Lalu entah mengapa, aku mulai sering mengeluarkan kata-kata berbisa. kata-kata yang membangkitkan syahwat. kata-kata yang paling dikenal manusia sejak zaman purba. tak cukup sampai disitu. seolah aku mulai kehilangan nalar dan rasa malu, kulakukan semua yang kau pinta tanpa pernah terpikir itu hanya akan merusakmu. *mungkin selama mengenalmu, hanya itulah yang membuatku menyesal. hingga akhirnya aku berusaha mengambil jarak. bukan untuk menghindarimu. bukan itu. hanya untuk menjaga kita dari hal-hal yang tak semestinya. aku menjadi lebih suka berbicara tentang kerja, tentang puisi dan segala omong kosong yang mungkin hanya hidup dalam kepalaku sendiri.
Perlahan kita mulai semakin jarang berbicara. kata-kata yang kukirim hanya kau balas sekenanya. telephon? aku sengaja menghindarinya. Bukan karena takut besarnya biaya, tapi aku takut kita makin terlena dengan perbincangan yang belum saatnya. Dan saat kita mulai jarang berbicara itulah aku meraasakan bahwa ada yang berbeda pada dirimu. aku mulai mengetahui siapa namamu yang sebenarnya. aku mulai sering jengah dengan kata-kata yang sering kau tulis di dinding facebook-mu. seolah kau mengobralkan hal-hal yang kuanggap privasi (syahwat) sebagai jajanan yang ditawarkan di pinggir jalan. tapi itu tak membuatku membencimu. tak membuat cintaku luntur atau berkurang padamu. hanya semakin membuatku ingin lebih dekat mengenalmu.
Saat itu, bagiku kamu adalah seorang nelayan yang sedang bingung mencari arah. rasi bintang yang kau harap muncul untuk membantumu mengenal selatan dan tenggara meredup karena cahaya purnama. Lalu, yang bisa kulakukan hanya berusaha menjadi tiupan angin. Agar aku bisa mendorong layar yang kau kembangkan menuju 'rumpon', tempat dimana ikan-ikan berkumpul mencari makan saat musim angin selatan.tapi entahlah, mungkin hembusanku terlalu lemah hingga tak bisa kau rasakan. hingga ketika kau melihat secercah sinar gemintang yang kau kenal, kau merasa hembusan angin yang lemah itu tak lagi kaau butuhkan. perlahan kau angkat sauhmu lalu mendayung kearah yang sebenarnya kau tuju. arah yang belum pernah kau ceritakan padaku.
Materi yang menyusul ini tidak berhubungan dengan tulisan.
test('the planner closes the day; screen and workbook hold the same list', async ({ browser }) => {
  // The Thursday before, past every zone's cut-off.
  await moveClockTo('2026-12-03T16:05:00Z');
  await moveProcessorClockTo('2026-12-03T16:05:00Z');
  await as(browser, PETRA, async (page) => {
    const cutting = await CuttingDayPage.open(page, NORAS_ORDER.deliveryDay);
    await cutting.do('Close to orders');
    await expect(cutting.state).toHaveText('Closed to orders');
    const { shoulder, striploin, belly, day } = CUTTING_LIST;

    await test.step('the cutting list adds up what is the same', async () => {
      const lambs = cutting.table('Shoulder');
      const [, pieces, , out, primal] = await cellsOf(lambs, '1400 g');
      expect([pieces, out, primal]).toEqual([
        String(shoulder.trimmed.pieces),
        shoulder.trimmed.outKg,
        shoulder.trimmed.inKg,
      ]);
      expect((await cellsOf(lambs, /^Total/)).slice(1, 5)).toEqual(['11', '', '15.850', '24.153']);
      expect((await cellsOf(cutting.table('Striploin'), beef.code)).slice(1)).toEqual([
        String(striploin.pieces),
        striploin.ordered,
        striploin.outKg,
        striploin.inKg,
        String(striploin.minutes),
      ]);
      expect((await cellsOf(cutting.table('Belly'), /^Total/)).slice(1, 5)).toEqual(['8', '', '28.800', '33.490']);
      await expect(cutting.sum('Pieces')).toHaveText(String(day.pieces));
      await expect(cutting.sum('Expected out')).toHaveText(`${day.outKg} kg`);
      await expect(cutting.sum('Primal in')).toHaveText(`${day.inKg} kg`);
    });

    await test.step('the same by customer', async () => {
      await cutting.show('By customer');
      const noras = cutting.table('The Copper Ladle');
      expect((await cellsOf(noras, lamb.code)).slice(1)).toEqual([orderNumber, '4', '4 loose', '5.600']);
      expect((await cellsOf(noras, beef.code)).slice(1)).toEqual([orderNumber, '24', '1 case', '5.400']);
      expect((await cellsOf(noras, pork.code)).slice(1)).toEqual([orderNumber, '3', '3 loose', '10.800']);
    });

    const pulled = await test.step('the pull list covers what is needed with whole pieces', async () => {
      await cutting.show('Pull list');
      const pull = cutting.table('Pull list');
      const rows = await Promise.all(['Shoulder', 'Striploin', 'Belly'].map((name) => cellsOf(pull, name)));
      expect(rows.map(([, , , , needed]) => needed)).toEqual([shoulder.total.inKg, striploin.inKg, belly.total.inKg]);
      for (const [, , , weightIn, needed, , left] of rows)
        expect(Number(weightIn) - Number(needed)).toBeCloseTo(Number(left), 3);
      return rows;
    });

    await test.step('the workbook says the same in numbers', async () => {
      const path = await cutting.workbook();
      const list = await sheetRows(path, 'Cutting list');
      expect(rowStarting(list, 'Total').slice(4, 9)).toEqual([67, 1, 43, 55.45, 72.067]);
      expect(rowStarting(list, 'Striploin', beef.code).slice(4)).toEqual([48, 1, 24, 10.8, 14.424, 34]);
      expect(rowStarting(list, 'Shoulder in all').slice(4, 9)).toEqual([11, 0, 11, 15.85, 24.153]);
      const customers = await sheetRows(path, 'By customer');
      expect(rowStarting(customers, 'The Copper Ladle', orderNumber, beef.code).slice(5)).toEqual([24, 1, 0, 5.4]);
      const pull = await sheetRows(path, 'Pull list');
      for (const [row, name] of [
        [pulled[0], 'Shoulder'],
        [pulled[1], 'Striploin'],
        [pulled[2], 'Belly'],
      ] as const)
        expect(rowStarting(pull, `${name} in all`).slice(3, 8)).toEqual(row?.slice(2).map(Number));
    });
    await cutting.do('Send to the floor');
  });
});

test('the packer weighs every pack of the order and finishes it', async ({ browser }) => {
  await as(browser, FEMI, async (page) => {
    const scale = await ScalePage.open(page, orderNumber, NORAS_ORDER.deliveryDayShort);
    await scale.packLine(lamb.name, lamb.packs, 1);
    await scale.markShort(lamb.shortBecause);
    await expect(scale.line(lamb.name)).toContainText(/3 of 4\s*1 short/);
    await scale.packLine(beef.name, beef.packs, 2);
    await scale.packLine(pork.name, pork.packs, 1);
    await scale.finish(orderNumber);
  });
});

test('the card is charged for what was packed, and the rest is let go', async ({ browser }) => {
  await expect.poll(async () => (await intentOf(orderNumber)).status).toBe('succeeded');
  const intent = await intentOf(orderNumber);
  expect([intent.amount, intent.amount_received]).toEqual([NORAS_ORDER.holdMinor, NORAS_ORDER.invoiceMinor]);
  await as(browser, NORA, async (page) => {
    await page.getByRole('navigation', { name: 'Main' }).getByRole('link', { name: 'Orders' }).click();
    await page.getByRole('link', { name: orderNumber }).click();
    await expect(figure(page.getByRole('main'), 'Total as packed')).toHaveText(pounds(NORAS_ORDER.invoiceMinor));
    await expect(page.getByText(`${pounds(NORAS_ORDER.invoiceMinor)} was charged for the real weight.`)).toBeVisible();
  });
});

test('the invoice says what was weighed, on paper and in the ledger', async () => {
  const { invoiceMinor } = NORAS_ORDER;
  const books = await Books.open(ANNEKE);
  const invoice = await books.invoiceOf(orderNumber);
  expect([invoice.netMinor, invoice.taxMinor, invoice.totalMinor]).toEqual([invoiceMinor, 0, invoiceMinor]);
  await expect.poll(async () => (await books.invoiceOf(orderNumber)).paidMinor).toBe(invoiceMinor);

  const subject = `Invoice ${invoice.number} for ${NORAS_ORDER.deliveryDayLong}`;
  const mail = await mailTo('accounts@ladle.example', subject);
  expect(tidy(mail.text)).toContain(
    'Total: £239.00 £239.00 is taken from the card that was held for this order. There is nothing left to pay.',
  );
  const paper = await pdfText(await attachmentOf(mail));
  expect(paper).toContain(`Invoice ${invoice.number}`);
  for (const { packedKg, price, packedMinor } of [lamb, beef, pork])
    expect(paper).toContain(`${packedKg} ${price} 0 % ${pounds(packedMinor)}`);
  expect(paper).toContain('Total £239.00');

  const entries = (await books.entries(`&invoiceId=${invoice.id}`)).map(spoken);
  expect(entries).toEqual(['card-clearing 239.00 / receivables 239.00', 'receivables 239.00 / sales 239.00']);
});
Saat itu adalah waktu dimana kau makin asik bertukar pesan dengan lelaki selain diriku. lalu aku mulai sering mengatakan, "aku cemburu." Meski ternyata bukan lelaki yang kusangka itu yang akhirnya mencuri hatimu. *Ah! jangan salah mengartikan kata-kata 'mencuri'. yang kumaksudkan bukan mencuri hatimu dariku, tetapi mencuri dari dirimu sendiri. sebab, aku tak pernah benar-benar memiliki hatimu.
Tak terasa, Ramadhan 1435 hijriah tiba. artinya, setahun sudah aku merasa mengenalmu. menganggapku sebagai kekasihku. aku ingat puasa lalu, beberapa minggu setelah aku mengenal nama palsumu. kau memintaku datang menemui ke dua orang tuamu. dan aku mengiyakannya. namun saat itu ternyata kau taak jadi pulang, hingga luntur keberanianku untuk memenuhi janji yang kunyatakan.
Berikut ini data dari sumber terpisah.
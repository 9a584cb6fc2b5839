import { createHash, createHmac, randomBytes } from 'node:crypto';

/** A secret that is handed out once: 256 random bits, safe in an address. */
export const newSecretToken = (): string => randomBytes(32).toString('base64url');

/** What is kept of a secret. It has all its randomness, so a plain hash is enough. */
export const hashToken = (token: string): string => createHash('sha256').update(token).digest('base64url');

/** A name for something that could be guessed (an address), which tells nothing without the key. */
export const keyedHash = (key: string, text: string): string =>
  createHmac('sha256', key).update(text).digest('base64url');
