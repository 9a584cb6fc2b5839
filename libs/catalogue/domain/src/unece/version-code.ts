import { ok, refuse, type Refusal, type Result } from '@seamwright/shared/util';
import type { Species, TemperatureState } from '../cut-words';
import { uneceSpeciesCode, type UneceFieldValue } from './field-values';
import { CHOSEN_UNECE_FIELDS, UNECE_LAYOUT, type ChosenUneceField, type UneceField } from './layout';
import { faultOfUneceValue } from './read-code';

/** What an author chose of the code; a field that is left out is written as zeros. */
export type UneceFields = Readonly<Partial<Record<ChosenUneceField, string>>>;

/** What of a version goes into its code. */
export interface CodedVersion {
  readonly uneceItem: string | null;
  readonly fatCode: string | null;
  readonly temperatureState: TemperatureState;
  readonly storageMaxC: number;
  readonly uneceFields: UneceFields;
}

const DEEP_FROZEN_C = -18;

/** The digit of the refrigeration field, from memory of the standards. They say nothing of what was defrosted: zero. */
function refrigerationOf({ temperatureState, storageMaxC }: CodedVersion): string {
  if (temperatureState === 'chilled') return '1';
  if (temperatureState === 'defrosted') return '0';
  return storageMaxC <= DEEP_FROZEN_C ? '3' : '2';
}

/** What the author chose; the fat thickness that stands on the version counts as chosen. */
const chosenFields = ({ uneceFields, fatCode }: CodedVersion): UneceFields =>
  fatCode === null ? uneceFields : { fatThickness: fatCode, ...uneceFields };

/**
 * The 20 digits of a version. Species, item and refrigeration follow from the version, the rest is the author's. Refuses
 * with `unece-item-missing` (pointing at `/uneceItem`) or `unece-species-unlisted` (species).
 */
export function uneceCodeOf(
  version: CodedVersion,
  species: Species,
  values: readonly UneceFieldValue[],
): Result<string> {
  if (version.uneceItem === null) return refuse('unece-item-missing', {}, '/uneceItem');
  const speciesCode = uneceSpeciesCode(values, species);
  if (speciesCode === null) return refuse('unece-species-unlisted', { species });
  const written: Readonly<Partial<Record<UneceField, string>>> = {
    ...chosenFields(version),
    species: speciesCode,
    item: version.uneceItem,
    refrigeration: refrigerationOf(version),
  };
  return ok(UNECE_LAYOUT.map(({ field, digits }) => written[field] ?? '0'.repeat(digits)).join(''));
}

/**
 * What is wrong with what an author chose, each pointing at `/uneceFields/<field>`: `unece-field-unknown` (field),
 * `unece-fat-differs` (fatCode), `unece-field-digits` (number, digits) and, where the lists are given,
 * `unece-value-unlisted` (number, value).
 */
export function faultsOfUneceFields(
  version: CodedVersion,
  species: Species | null = null,
  values: readonly UneceFieldValue[] = [],
): Refusal[] {
  const { uneceFields, fatCode } = version;
  const unknown = Object.keys(uneceFields).filter(
    (field) => !(CHOSEN_UNECE_FIELDS as readonly string[]).includes(field),
  );
  const chosen = chosenFields(version);
  const differs = fatCode !== null && chosen.fatThickness !== fatCode;
  return [
    ...unknown.map((field) => fault('unece-field-unknown', field, { field })),
    ...(differs ? [fault('unece-fat-differs', 'fatThickness', { fatCode })] : []),
    ...CHOSEN_UNECE_FIELDS.flatMap((field) => {
      const value = chosen[field];
      if (value === undefined) return [];
      return faultOfUneceValue({ field, value, species }, values, '/uneceFields') ?? [];
    }),
  ];
}

const fault = (code: string, field: string, params: Refusal['params']): Refusal => ({
  code,
  params,
  pointer: `/uneceFields/${field}`,
});
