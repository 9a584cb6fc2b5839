import { createHash } from 'node:crypto';
import { sign } from 'jsonwebtoken';
import * as z from 'zod';
import { id, ROLES } from '@seamwright/shared/contracts';
import type { Caller } from '@seamwright/shared/server';
import type { SignedInPerson } from '../people/signed-in-person';

export const ACCESS_TOKEN_SECONDS = 600;

const reach = z.union([z.literal('*'), z.array(id)]);

/** What an access token says of its bearer. */
export const accessClaims = z.object({
  sub: id,
  roles: z.array(z.enum(ROLES)).min(1),
  customerId: id.nullable(),
  sites: reach,
  customers: reach,
  app: z.enum(['storefront', 'admin']),
});
export type AccessClaims = z.infer<typeof accessClaims>;

/** The name of a secret in a token's head, so that the right one is taken when there are two. */
export const keyIdOf = (secret: string): string => createHash('sha256').update(secret).digest('hex').slice(0, 8);

/** A signed token for ten minutes of real time. */
export function signAccessToken(secret: string, person: SignedInPerson): string {
  const { roles, customerId, sites, customers, application } = person;
  return sign({ roles, customerId, sites, customers, app: application }, secret, {
    algorithm: 'HS256',
    subject: person.id,
    keyid: keyIdOf(secret),
    expiresIn: ACCESS_TOKEN_SECONDS,
  });
}

export function callerOf(claims: AccessClaims): Caller {
  const { sub: personId, roles, customerId, sites, customers } = claims;
  return customerId === null
    ? { kind: 'staff', personId, roles, customers }
    : { kind: 'user', personId, roles, customerId, sites };
}
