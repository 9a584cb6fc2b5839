import { createActionGroup, emptyProps, props } from '@ngrx/store';
import type { OrderDetail, OrderListItem } from '@seamwright/ordering/contracts';
import type { Problem } from '@seamwright/shared/contracts';

/** What a list of orders shows; null for all. */
export interface OrderSearch {
  readonly deliveryDay: string | null;
  readonly state: 'waiting' | 'confirmed' | 'released' | 'packed' | 'cancelled' | null;
  readonly customerId: string | null;
}

export const OrderListPageActions = createActionGroup({
  source: 'Order List Page',
  events: { Opened: props<{ search: OrderSearch }>(), 'More Wanted': emptyProps() },
});

export const OrderPageActions = createActionGroup({
  source: 'Order Page',
  events: {
    Opened: props<{ orderId: string }>(),
    'Cancel Pressed': props<{ orderId: string; rowVersion: number; reason: string }>(),
    'Other Card Chosen': props<{ orderId: string; rowVersion: number; cardId: string }>(),
  },
});

export const OrdersApiActions = createActionGroup({
  source: 'Orders API',
  events: {
    'List Loaded': props<{ items: OrderListItem[]; nextCursor: string | null; first: boolean }>(),
    'List Failed': props<{ problem: Problem }>(),
    Loaded: props<{ order: OrderDetail }>(),
    Failed: props<{ problem: Problem }>(),
    Cancelled: props<{ order: OrderDetail }>(),
    'Cancel Failed': props<{ problem: Problem }>(),
    /** The other card was asked; the order says whether it is held. */
    'Card Asked': props<{ order: OrderDetail }>(),
    'Card Failed': props<{ problem: Problem }>(),
  },
});

export const OrdersLiveActions = createActionGroup({
  source: 'Orders Live',
  events: {
    /** Orders changed elsewhere; an empty id means any may have. */
    Changed: props<{ orderId: string }>(),
  },
});
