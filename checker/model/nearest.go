package model

import (
	"sort"
	"strings"

	"github.com/agnivade/levenshtein"
)

// Closest gives up to n of the names that a person may have meant, the likeliest
// first: those that the text begins, as it may be half typed, then those that
// differ from it by a slip. A name that shares less than two thirds of its
// letters is not offered.
func Closest(text string, names []string, n int) []string {
	near, _ := nearest(text, names, n)
	return near
}

// nearest is Closest, and tells whether the first name is the only one that can
// have been meant: one letter away (two in a long word) where the next name is
// farther, and not half typed.
func nearest(text string, names []string, n int) (near []string, sure bool) {
	if len(text) > 64 || text == "" {
		return nil, false
	}
	type candidate struct {
		name     string
		half     bool // the text begins the name
		distance int
	}
	var found []candidate
	seen := map[string]bool{}
	lower := strings.ToLower(text)
	for _, name := range names {
		if seen[name] || len(name) > 64 || name == text {
			continue
		}
		seen[name] = true
		to := strings.ToLower(name)
		if far := len(name) - len(text); (far > 4 || far < -4) && !strings.HasPrefix(to, lower) {
			continue
		}
		d := distance(lower, to)
		half := len(text) >= 2 && d > 0 && strings.HasPrefix(to, lower)
		if half || d <= min(4, max(1, (max(len(text), len(name))+1)/3)) && d < max(len(text), len(name)) {
			found = append(found, candidate{name, half, d})
		}
	}
	sort.Slice(found, func(i, j int) bool {
		a, b := found[i], found[j]
		switch {
		case a.half != b.half:
			return a.half
		case a.distance != b.distance:
			return a.distance < b.distance
		}
		if p, q := common(lower, a.name), common(lower, b.name); p != q {
			return p > q
		}
		return a.name < b.name
	})
	if len(found) > 0 {
		first := found[0]
		sure = len(text) > 1 && !first.half && (first.distance <= 1 || first.distance == 2 && len(text) >= 8) &&
			(len(found) == 1 || found[1].distance > first.distance)
	}
	for i := 0; i < len(found) && i < n; i++ {
		near = append(near, found[i].name)
	}
	return near, sure
}

// common is how many letters two words begin with together.
func common(a, b string) int {
	n := 0
	for n < len(a) && n < len(b) && a[n] == b[n] {
		n++
	}
	return n
}

// distance is the number of letters to change, leave out or put in; two
// neighbours exchanged count as one.
func distance(a, b string) int {
	if len(a) == len(b) {
		for i := 0; i+1 < len(a); i++ {
			if a[i] != b[i] {
				if a[i] == b[i+1] && a[i+1] == b[i] && a[i+2:] == b[i+2:] {
					return 1
				}
				break
			}
		}
	}
	return levenshtein.ComputeDistance(a, b)
}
lalu jelang lebaran kemarin, aku begitu gembira mengetahui kau akan pulang. Bahkan kau berjanji akan berkunjung ke kotaku dan kau memintaku menemanimu orang tuamu. namun sebelum itu, sebelum aku memutuskan untuk mengunjungimu, aku memberikan sebuah pertanyaan untuk kepastian. "masihkan ada aku di hatimu?" "maukah engkau menjadi istriku?" dua pertanyaan yang kau jawab dengan gamang. dan naluriku berkata, ada yang lain bertahta di hatimu saat itu.
namun kau ragu, harus memilih antara dia atau aku. atau mungkin lelaaki lainnya yang telah mengutarakan rasa padamu. anehnya, entah mengapa? aku tak peduli. ketika sebuah pesanmu kubaca usai lebaran lalu. pesan yang mengharap kedatanganku, aku tiba-tiba yakin aku harus menemuimu. entah untuk apa?
dan ketika sebuah tiket kereta ada di tanganku. melalui pesan singkat kau berkata, "waduh mas,,telat sudah,,hari ini aq skeluarga maw ke sby ada acara keluarga,kmungkinan menginap,dan hari rabu aq sudah balik singapura,,gimana??maaf ya??insyaAllah thn dpn aq kmbali pulang kalau masih ada umur panjang boleh ita bersua,skali lg maaf"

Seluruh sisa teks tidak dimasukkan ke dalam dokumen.